** EXTRACTED RECORDS follows **

def as_targets(targets, units: str = "atomic") -> list[Target]:
    """Targets from a CSV path, or a list of Target / dicts / (label, energy, uncertainty[, unit]).

    Dicts need the keys label, energy, uncertainty and optionally unit
    (default hartree); tuples are (label, energy, uncertainty) in hartree or
    (label, energy, uncertainty, unit).  ``units`` is the labelling convention.
    """
    if isinstance(targets, (str, os.PathLike)):
        return read_targets(targets, units)
    if not isinstance(targets, Sequence) or isinstance(targets, (bytes,)):
        raise InputError("targets must be a CSV file path or a list of (label, energy, uncertainty[, unit])",
                         parameter="targets")
    out: list[Target] = []
    for i, item in enumerate(targets):
        where = f"targets[{i}]"
        if isinstance(item, Target):
            out.append(item.relabelled(units))
        elif isinstance(item, Mapping):
            missing = [c for c in ("label", "energy", "uncertainty") if c not in item]
            if missing:
                raise InputError(f"{where}: missing key(s) {', '.join(missing)}", parameter="targets")
            out.append(_make_target(item["label"], item["energy"], item["uncertainty"],
                                    item.get("unit", "hartree"), where, units))
        elif isinstance(item, (tuple, list)) and len(item) in (3, 4):
            out.append(_make_target(*item[:3], item[3] if len(item) == 4 else "hartree", where, units))
        else:
            raise InputError(f"{where}: expected (label, energy, uncertainty[, unit]) or a dict, got {item!r}",
                             parameter="targets")
    if not out:
        raise InputError("targets: at least one target level is needed", parameter="targets")
    _check_unique(out)
    return out


# --------------------------------------------------------------------------- #
# Result
# --------------------------------------------------------------------------- #

@dataclass
class FitResidual:
    """One target against the fitted potential; energies in hartree."""

    label: str
    target: float
    uncertainty: float
    computed: float  # NaN if not bound at the optimum
    error_estimate: float
    bound: bool

    @property
    def residual(self) -> float:
        """(computed - target) / uncertainty; NaN if the level is not bound."""
        return (self.computed - self.target) / self.uncertainty if self.bound else math.nan


@dataclass(repr=False)
class FitResult(ResultProtocol):
    """The outcome of :func:`fit`; energies in hartree, parameters in atomic units.

    Attributes
    ----------
    potential : str
    free : tuple of str
        The fitted parameters, in order (rows/columns of the matrices).
    values, standard_errors, scaled_standard_errors : dict of str to float
        Best-fit values; errors with the uncertainties taken as absolute;
        the same times sqrt(chi2/dof) (NaN when dof = 0).
    start : dict of str to float
    bounds : dict of str to (float, float)
    parameters : dict
        Every parameter of the fitted potential.
    covariance, correlation : ndarray, shape (len(free), len(free))
    chi2 : float
    dof : int
        Number of targets minus number of free parameters.
    residuals : list of FitResidual
    spurious : list of (label, energy)
        Levels bound by the fitted potential below the highest target that
        are not targets (possible spurious states).
    notes : tuple of Note
        What to know about the fit, coded: ``not_bound``, ``not_converged``,
        ``uncertain_level``, ``undetermined``, ``at_bound``, ``optimizer``,
        ``no_dof``, ``spurious``, ``spurious_search``.
    warnings : list of str
        The notes' texts.
    status : Outcome
        ``success`` when the optimizer converged and every target is bound
        and converged; ``not converged`` when the optimizer stopped early or a
        target level did not converge; ``incomplete`` when a target is not
        bound by the fitted potential.
    success : bool
        ``status is Outcome.SUCCESS``.
    message : str
        The notes as one text (the optimizer's message when there are none).
    optimizer_message : str
        The optimizer's own message.
    evaluations : int
        Solves made (each a full spectrum).
    mass, tol : float
        Reduced mass (in the unit system's mass unit) and tolerance.
    parameter_units : dict of str to str
    units, energy_unit : str
        The unit system of the potential and its energy unit (the default
        unit of reports; the energies above are in hartree).
    """

    potential: str
    free: tuple[str, ...]
    values: dict[str, float]
    standard_errors: dict[str, float]
    scaled_standard_errors: dict[str, float]
    start: dict[str, float]
    bounds: dict[str, tuple[float, float]]
    parameters: dict[str, Any]
    covariance: np.ndarray
    correlation: np.ndarray
    chi2: float
    dof: int
    residuals: list[FitResidual]
    spurious: list[tuple[str, float]]
    notes: tuple[Note, ...]
    status: Outcome
    optimizer_message: str
    evaluations: int
    mass: float
    tol: float
    parameter_units: dict[str, str] = field(default_factory=dict)
    units: str = "atomic"
    energy_unit: str = "hartree"

    @property
    def warnings(self) -> list[str]:
        return [n.text for n in self.notes]

    @property
    def message(self) -> str:
        return message_of(self.notes, f"fit converged ({self.optimizer_message})")

    def _header(self) -> list[tuple[str, Any]]:
        return [("potential", self.potential), *((k, self.values[k]) for k in self.free),
                ("chi2", self.chi2), ("dof", self.dof)]

    def _table_columns(self):
        return ("label", "target", "computed", "residual", "bound")

    def to_table(self, unit: str | None = None) -> str:
        return format_fit(self, unit)

    def records(self, unit: str | None = None) -> list[dict[str, Any]]:
        """One row per target (the ``residuals`` of :meth:`to_dict`)."""
        doc = self.to_dict(unit)
        return [dict(row, unit=doc["unit"]) for row in doc["residuals"]]

    @property
    def chi2_per_dof(self) -> float:
        """chi^2 / dof; NaN when dof = 0."""
        return self.chi2 / self.dof if self.dof > 0 else math.nan

    def to_dict(self, unit: str | None = None) -> dict[str, Any]:
        """Plain data, energies in ``unit`` (default ``energy_unit``; the JSON output)."""
        from radsolve.units import energy_unit_factor

        unit = unit or self.energy_unit
        f = energy_unit_factor(unit)

        def num(x):
            return float(x) if math.isfinite(x) else None

        return {
            "potential": self.potential,
            "free": list(self.free),
            "parameter_units": {k: self.parameter_units.get(k, "") or "dimensionless" for k in self.free},
            "values": {k: num(v) for k, v in self.values.items()},
            "standard_errors": {k: num(v) for k, v in self.standard_errors.items()},
            "scaled_standard_errors": {k: num(v) for k, v in self.scaled_standard_errors.items()},
            "errors_scaled_by_chi2_per_dof": False,
            "start": dict(self.start),
            "bounds": {k: [num(a), num(b)] for k, (a, b) in self.bounds.items()},
            "correlation": [[num(x) for x in row] for row in self.correlation],
            "chi2": num(self.chi2), "dof": self.dof, "chi2_per_dof": num(self.chi2_per_dof),
            "unit": unit,
            "residuals": [
                {"label": r.label, "target": r.target / f, "uncertainty": r.uncertainty / f,
                 "computed": num(r.computed / f), "error_estimate": num(r.error_estimate / f),
                 "residual": num(r.residual), "bound": r.bound}
                for r in self.residuals
            ],
            "spurious": [{"label": lab, "energy": e / f} for lab, e in self.spurious],
            "warnings": list(self.warnings),
            "note": MODEL_NOTE,
            "success": bool(self.success), "status": str(self.status), "message": self.message,
            "notes": [n.to_dict() for n in self.notes], "optimizer_message": self.optimizer_message,
            "evaluations": self.evaluations, "mass": self.mass, "tol": self.tol, "units": self.units,
            "parameters": dict(self.parameters),
        }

** End of EXTRACTED RECORDS **

* _REQUIREMENT_
An exact copy of the listing above is what this exercise asks for.

* _TASK SOLUTION_
def as_targets(targets, units: str = "atomic") -> list[Target]:
    """Targets from a CSV path, or a list of Target / dicts / (label, energy, uncertainty[, unit]).

    Dicts need the keys label, energy, uncertainty and optionally unit
    (default hartree); tuples are (label, energy, uncertainty) in hartree or
    (label, energy, uncertainty, unit).  ``units`` is the labelling convention.
    """
    if isinstance(targets, (str, os.PathLike)):
        return read_targets(targets, units)
    if not isinstance(targets, Sequence) or isinstance(targets, (bytes,)):
        raise InputError("targets must be a CSV file path or a list of (label, energy, uncertainty[, unit])",
                         parameter="targets")
    out: list[Target] = []
    for i, item in enumerate(targets):
        where = f"targets[{i}]"
        if isinstance(item, Target):
            out.append(item.relabelled(units))
        elif isinstance(item, Mapping):
            missing = [c for c in ("label", "energy", "uncertainty") if c not in item]
            if missing:
                raise InputError(f"{where}: missing key(s) {', '.join(missing)}", parameter="targets")
            out.append(_make_target(item["label"], item["energy"], item["uncertainty"],
                                    item.get("unit", "hartree"), where, units))
        elif isinstance(item, (tuple, list)) and len(item) in (3, 4):
            out.append(_make_target(*item[:3], item[3] if len(item) == 4 else "hartree", where, units))
        else:
            raise InputError(f"{where}: expected (label, energy, uncertainty[, unit]) or a dict, got {item!r}",
                             parameter="targets")
    if not out:
        raise InputError("targets: at least one target level is needed", parameter="targets")
    _check_unique(out)
    return out


# --------------------------------------------------------------------------- #
# Result
# --------------------------------------------------------------------------- #

@dataclass
class FitResidual:
    """One target against the fitted potential; energies in hartree."""

    label: str
    target: float
    uncertainty: float
    computed: float  # NaN if not bound at the optimum
    error_estimate: float
    bound: bool

    @property
    def residual(self) -> float:
        """(computed - target) / uncertainty; NaN if the level is not bound."""
        return (self.computed - self.target) / self.uncertainty if self.bound else math.nan


@dataclass(repr=False)
class FitResult(ResultProtocol):
    """The outcome of :func:`fit`; energies in hartree, parameters in atomic units.

    Attributes
    ----------
    potential : str
    free : tuple of str
        The fitted parameters, in order (rows/columns of the matrices).
    values, standard_errors, scaled_standard_errors : dict of str to float
        Best-fit values; errors with the uncertainties taken as absolute;
        the same times sqrt(chi2/dof) (NaN when dof = 0).
    start : dict of str to float
    bounds : dict of str to (float, float)
    parameters : dict
        Every parameter of the fitted potential.
    covariance, correlation : ndarray, shape (len(free), len(free))
    chi2 : float
    dof : int
        Number of targets minus number of free parameters.
    residuals : list of FitResidual
    spurious : list of (label, energy)
        Levels bound by the fitted potential below the highest target that
        are not targets (possible spurious states).
    notes : tuple of Note
        What to know about the fit, coded: ``not_bound``, ``not_converged``,
        ``uncertain_level``, ``undetermined``, ``at_bound``, ``optimizer``,
        ``no_dof``, ``spurious``, ``spurious_search``.
    warnings : list of str
        The notes' texts.
    status : Outcome
        ``success`` when the optimizer converged and every target is bound
        and converged; ``not converged`` when the optimizer stopped early or a
        target level did not converge; ``incomplete`` when a target is not
        bound by the fitted potential.
    success : bool
        ``status is Outcome.SUCCESS``.
    message : str
        The notes as one text (the optimizer's message when there are none).
    optimizer_message : str
        The optimizer's own message.
    evaluations : int
        Solves made (each a full spectrum).
    mass, tol : float
        Reduced mass (in the unit system's mass unit) and tolerance.
    parameter_units : dict of str to str
    units, energy_unit : str
        The unit system of the potential and its energy unit (the default
        unit of reports; the energies above are in hartree).
    """

    potential: str
    free: tuple[str, ...]
    values: dict[str, float]
    standard_errors: dict[str, float]
    scaled_standard_errors: dict[str, float]
    start: dict[str, float]
    bounds: dict[str, tuple[float, float]]
    parameters: dict[str, Any]
    covariance: np.ndarray
    correlation: np.ndarray
    chi2: float
    dof: int
    residuals: list[FitResidual]
    spurious: list[tuple[str, float]]
    notes: tuple[Note, ...]
    status: Outcome
    optimizer_message: str
    evaluations: int
    mass: float
    tol: float
    parameter_units: dict[str, str] = field(default_factory=dict)
    units: str = "atomic"
    energy_unit: str = "hartree"

    @property
    def warnings(self) -> list[str]:
        return [n.text for n in self.notes]

    @property
    def message(self) -> str:
        return message_of(self.notes, f"fit converged ({self.optimizer_message})")

    def _header(self) -> list[tuple[str, Any]]:
        return [("potential", self.potential), *((k, self.values[k]) for k in self.free),
                ("chi2", self.chi2), ("dof", self.dof)]

    def _table_columns(self):
        return ("label", "target", "computed", "residual", "bound")

    def to_table(self, unit: str | None = None) -> str:
        return format_fit(self, unit)

    def records(self, unit: str | None = None) -> list[dict[str, Any]]:
        """One row per target (the ``residuals`` of :meth:`to_dict`)."""
        doc = self.to_dict(unit)
        return [dict(row, unit=doc["unit"]) for row in doc["residuals"]]

    @property
    def chi2_per_dof(self) -> float:
        """chi^2 / dof; NaN when dof = 0."""
        return self.chi2 / self.dof if self.dof > 0 else math.nan

    def to_dict(self, unit: str | None = None) -> dict[str, Any]:
        """Plain data, energies in ``unit`` (default ``energy_unit``; the JSON output)."""
        from radsolve.units import energy_unit_factor

        unit = unit or self.energy_unit
        f = energy_unit_factor(unit)

        def num(x):
            return float(x) if math.isfinite(x) else None

        return {
            "potential": self.potential,
            "free": list(self.free),
            "parameter_units": {k: self.parameter_units.get(k, "") or "dimensionless" for k in self.free},
            "values": {k: num(v) for k, v in self.values.items()},
            "standard_errors": {k: num(v) for k, v in self.standard_errors.items()},
            "scaled_standard_errors": {k: num(v) for k, v in self.scaled_standard_errors.items()},
            "errors_scaled_by_chi2_per_dof": False,
            "start": dict(self.start),
            "bounds": {k: [num(a), num(b)] for k, (a, b) in self.bounds.items()},
            "correlation": [[num(x) for x in row] for row in self.correlation],
            "chi2": num(self.chi2), "dof": self.dof, "chi2_per_dof": num(self.chi2_per_dof),
            "unit": unit,
            "residuals": [
                {"label": r.label, "target": r.target / f, "uncertainty": r.uncertainty / f,
                 "computed": num(r.computed / f), "error_estimate": num(r.error_estimate / f),
                 "residual": num(r.residual), "bound": r.bound}
                for r in self.residuals
            ],
            "spurious": [{"label": lab, "energy": e / f} for lab, e in self.spurious],
            "warnings": list(self.warnings),
            "note": MODEL_NOTE,
            "success": bool(self.success), "status": str(self.status), "message": self.message,
            "notes": [n.to_dict() for n in self.notes], "optimizer_message": self.optimizer_message,
            "evaluations": self.evaluations, "mass": self.mass, "tol": self.tol, "units": self.units,
            "parameters": dict(self.parameters),
        }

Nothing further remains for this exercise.